What you will do: Read through the records. Copy each line that has the word "they".

Data in this exercise:
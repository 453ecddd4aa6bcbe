//! What is decided on a day of a season under way.
//!
//! Methods: `docs/methods.md`, section 8.

use chrono::NaiveDate;

use crate::intake;
use crate::mix::limits::{self, Before, Check, Moves};
use crate::mix::{Asked, Day, Setting, checks, resolve};
use crate::profile::Profile;
use crate::rank::Progress;
use crate::site::{Outage, Reserved, SAME_OPENING, Site};

use super::aims::asking;
use super::called::{called, waiting};
use super::decide::{Choice, Chosen, Decision, NoMix, Why};
use super::going::{Going, Morning, NOTHING_M3S};
use super::set::{Flowing, flowing};
use super::strategy::{Wants, changes_on, wants};

/// What there is to choose; `None` where it is more than was asked for.
type Found<T> = Result<Option<Vec<T>>, NoMix>;

impl Going<'_> {
    /// What is asked, as it would flow on a day at a site, and the first limit it breaks. `None` where it gives no water.
    pub(super) fn flows(
        &self,
        site: &Site,
        asked: &Asked,
        release_m3s: f64,
        profile: &Profile,
        date: NaiveDate,
    ) -> Option<(Flowing, Option<Check>)> {
        let pool_m = profile.pool_m;
        let asked = asked.at_release(site, release_m3s, pool_m);
        let flowing = flowing(site, &self.groups, &profile.column, &asked, pool_m)?;
        let Flowing { setting, drawn, release } = &flowing;
        let checks = checks(site, &profile.column, setting, pool_m, date, drawn, release);
        let broken = checks.into_iter().find(Check::broken);
        Some((flowing, broken))
    }

    /// Why something is decided on a day; `None` where what is set stays.
    ///
    /// On a day without a release there is no water to choose: what is due then is decided on the next day with one,
    /// and only a schedule moves gates.
    pub(super) fn why(&self, morning: &Morning) -> Option<Why> {
        let date = morning.date();
        match (&morning.held, self.run.decisions.is_empty()) {
            _ if morning.is_closed() => {
                let is_set = date >= self.decides && changes_on(self.setup, date);
                let why = if self.run.decisions.is_empty() { Why::Begin } else { Why::Due };
                is_set.then_some(why)
            }
            (Some(_), true) if date < self.decides => None,
            (_, true) => Some(Why::Begin),
            (None, _) => Some(Why::Due),
            (Some((_, broken)), _) => self.called(date).or(broken.map(Why::Forced)),
        }
    }

    /// What calls for a decision on a day, and what did on days without a release before it.
    pub(super) fn called(&self, date: NaiveDate) -> Option<Why> {
        self.overdue.or_else(|| called(self.setup, &self.site, self.decides, date))
    }

    /// What is decided on a day for a reason; `None` where nothing can be done about it before the next.
    pub(super) fn decision(
        &self,
        morning: &Morning,
        why: Why,
        progress: Progress,
    ) -> Result<Option<Decision>, NoMix> {
        let date = morning.date();
        let wanted = match wants(self.setup, self.decides, &self.site, date, why) {
            Wants::Best(aim) => return self.best(morning, why, aim, progress),
            Wants::Stay => self.asked.clone(),
            Wants::These(asked) => Some(asked),
        };
        if let (true, Some(asked)) = (morning.is_closed(), &wanted) {
            return Ok(Some(decision(date, why, self.without_water(morning, asked))));
        }
        let flows =
            |asked: &Asked| self.flows(self.site_today(), asked, morning.release_m3s, &morning.profile, date);
        let found = wanted.and_then(|asked| Some((flows(&asked)?, asked)));
        match found {
            Some(((_, None), asked)) => Ok(Some(decision(date, why, self.given(morning, asked, progress)?))),
            Some(((_, Some(check)), _)) => self.best(morning, Why::Forced(check), 0.0, progress),
            None => self.best(morning, why, 0.0, progress),
        }
    }

    /// What is asked whatever else could be.
    fn given(&self, morning: &Morning, asked: Asked, progress: Progress) -> Result<Chosen, NoMix> {
        let scaled = asked.at_release(&self.site, morning.release_m3s, morning.profile.pool_m);
        let chosen = self.on(&self.site, &[], morning, 0.0, |choice| choice.given(&scaled, progress))?;
        // a flood may leave its gates nothing to pass: they are kept as they were asked
        let is_left = scaled.totals.iter().any(|total| total.1 > 0.0)
            || scaled.direct.iter().any(|g| g.flow_m3s > 0.0 && !self.spills(g.outlet));
        Ok(if is_left { chosen } else { Chosen { asked, ..chosen } })
    }

    /// Gates moved on a day without a release: those that would stand otherwise if water flowed as asked.
    fn without_water(&self, morning: &Morning, asked: &Asked) -> Chosen {
        let (site, profile) = (&self.site, &morning.profile);
        let sum = |asked: &Asked| asked.parts().iter().map(|part| part.1).sum::<f64>();
        let flow_m3s = sum(asked).max(self.asked.as_ref().map_or(0.0, sum));
        let full = |asked: &Asked| {
            let asked = asked.at_release(site, flow_m3s, profile.pool_m);
            resolve(site, &profile.column, &self.groups, &asked, profile.pool_m)
        };
        let to = full(asked);
        let (moves, moved) = self.asked.as_ref().map(full).map_or_else(Default::default, |now| {
            (limits::moves(site, &now, &to, &mut Vec::new()), limits::moved(site, &now, &to))
        });
        Chosen { asked: asked.clone(), moves, moved, attainable_c: None, past: Vec::new() }
    }

    fn spills(&self, outlet: usize) -> bool {
        self.site.outlets.get(outlet).is_some_and(intake::spills_by_itself)
    }

    fn best(
        &self,
        morning: &Morning,
        why: Why,
        aim: f64,
        progress: Progress,
    ) -> Result<Option<Decision>, NoMix> {
        let best = |choice: &Choice| Ok(Some(vec![choice.best(progress)?]));
        let decided = self.decisions(morning, why, aim, &best, progress)?;
        Ok(decided.and_then(|one| one.into_iter().next()).flatten())
    }

    /// Every decision there is, where they are no more than so many.
    pub(super) fn every(
        &self,
        morning: &Morning,
        why: Why,
        most: usize,
        progress: Progress,
    ) -> Found<Option<Decision>> {
        self.decisions(morning, why, 0.0, &|choice| choice.every(most, progress), progress)
    }

    /// The decisions that `choose` finds. Gates whose crew cannot have come stay as they are, and those that an outage
    /// takes on the next day are not used; where that leaves no mix what is set stays, without a decision where only
    /// that outage called for one; where it cannot stay either, all are moved.
    fn decisions(
        &self,
        morning: &Morning,
        why: Why,
        aim: f64,
        choose: &dyn Fn(&Choice) -> Found<Chosen>,
        progress: Progress,
    ) -> Found<Option<Decision>> {
        let date = morning.date();
        let all = |found: Option<Vec<Chosen>>| {
            found.map(|every| every.into_iter().map(|one| Some(decision(date, why, one))).collect())
        };
        let now = morning.held.as_ref().map(|held| &held.0.setting);
        let waiting = now.map_or_else(Vec::new, |_| waiting(self.setup, &self.site, date));
        if waiting.is_empty() && self.eve.is_none() {
            return self.on(&self.site, &[], morning, aim, choose).map(all);
        }
        let mut bound = self.site_today().clone();
        for &outlet in &waiting {
            stays(&mut bound, outlet, now, date);
        }
        match self.on(&bound, &waiting, morning, aim, choose) {
            Err(NoMix::Allowed(..)) => {}
            found if waiting.is_empty() => return found.map(all),
            found => {
                // what is within reach is told however many days the change to it takes
                let reach =
                    self.on(self.site_today(), &[], morning, aim, |choice| choice.reach_c(progress))?;
                let told = |one: Chosen| Chosen { attainable_c: reach, ..one };
                return found.map(|found| all(found.map(|every| every.into_iter().map(told).collect())));
            }
        }
        let flows = |asked| self.flows(&self.site, asked, morning.release_m3s, &morning.profile, date);
        match self.asked.as_ref().filter(|asked| flows(asked).is_some_and(|held| held.1.is_none())) {
            Some(_) if matches!(why, Why::Forced(_)) => Ok(Some(vec![None])),
            Some(asked) => Ok(all(Some(vec![self.given(morning, asked.clone(), progress)?]))),
            None => self.on(&self.site, &[], morning, aim, choose).map(all),
        }
    }

    /// The site of the day: what an outage takes on the next day is not used any more, so that it stands as it should
    /// when the outage begins.
    pub(super) fn site_today(&self) -> &Site {
        self.eve.as_ref().unwrap_or(&self.site)
    }

    /// What a mix of the day is decided on, at a site where some outlets do not move, with an aim.
    fn on<T>(
        &self,
        site: &Site,
        waiting: &[usize],
        morning: &Morning,
        aim: f64,
        ask: impl FnOnce(&Choice) -> T,
    ) -> T {
        let day = Day::new(&self.site, morning.date(), self.setup.skies.conditions.clone());
        let shut = Setting::default();
        let is_shut = |asked: &Asked| asked.parts().iter().all(|part| part.1 <= 0.0);
        let now = morning.held.as_ref().map(|held| &held.0.setting);
        let choice = Choice {
            site,
            groups: &self.groups,
            profile: &morning.profile,
            day: &asking(day, &self.site, aim),
            blocks: [(1.0, morning.release_m3s)],
            now: now.or_else(|| self.asked.as_ref().is_some_and(is_shut).then_some(&shut)),
            // the change of the flow is the plan's
            before: Before { flow_m3s: Some(morning.release_m3s), temperature_c: self.last_c },
            order: self.setup.order,
            waiting,
        };
        ask(&choice)
    }
}

/// Where outages begin on the day after a date, the site with them from that date on.
pub(super) fn eve_of(site: &Site, date: NaiveDate) -> Option<Site> {
    let tomorrow = date.succ_opt()?;
    site.limits.outages.iter().any(|outage| outage.from == tomorrow).then(|| {
        let mut eve = site.clone();
        eve.limits.outages.iter_mut().filter(|o| o.from == tomorrow).for_each(|o| o.from = date);
        eve
    })
}

/// Binds an outlet to stay as it stands in a setting: shut as if it were out of use, or in its position with a flow.
fn stays(site: &mut Site, outlet: usize, now: Option<&Setting>, date: NaiveDate) {
    let gate = now.and_then(|now| now.gates.iter().find(|g| g.outlet == outlet && now.stands_open(site, g)));
    let reason = String::new();
    let Some((gate, o)) = gate.zip(site.outlets.get_mut(outlet)) else {
        site.limits.outages.push(Outage { outlet, from: date, to: Some(date), reason });
        return;
    };
    o.positions.retain(|p| p.opening <= 0.0 || (p.opening - gate.opening).abs() < SAME_OPENING);
    site.limits.reserved.push(Reserved { outlet, flow_m3s: NOTHING_M3S, reason });
}

fn decision(date: NaiveDate, why: Why, chosen: Chosen) -> Decision {
    let Chosen { asked, moves, moved, attainable_c, past } = chosen;
    let Moves { count, crew_hours, lead_days, .. } = moves;
    Decision { date, why, asked, moves: count, moved, crew_hours, lead_days, attainable_c, past }
}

Task answer:
        // a flood may leave its gates nothing to pass: they are kept as they were asked
    /// Every decision there is, where they are no more than so many.
    /// The decisions that `choose` finds. Gates whose crew cannot have come stay as they are, and those that an outage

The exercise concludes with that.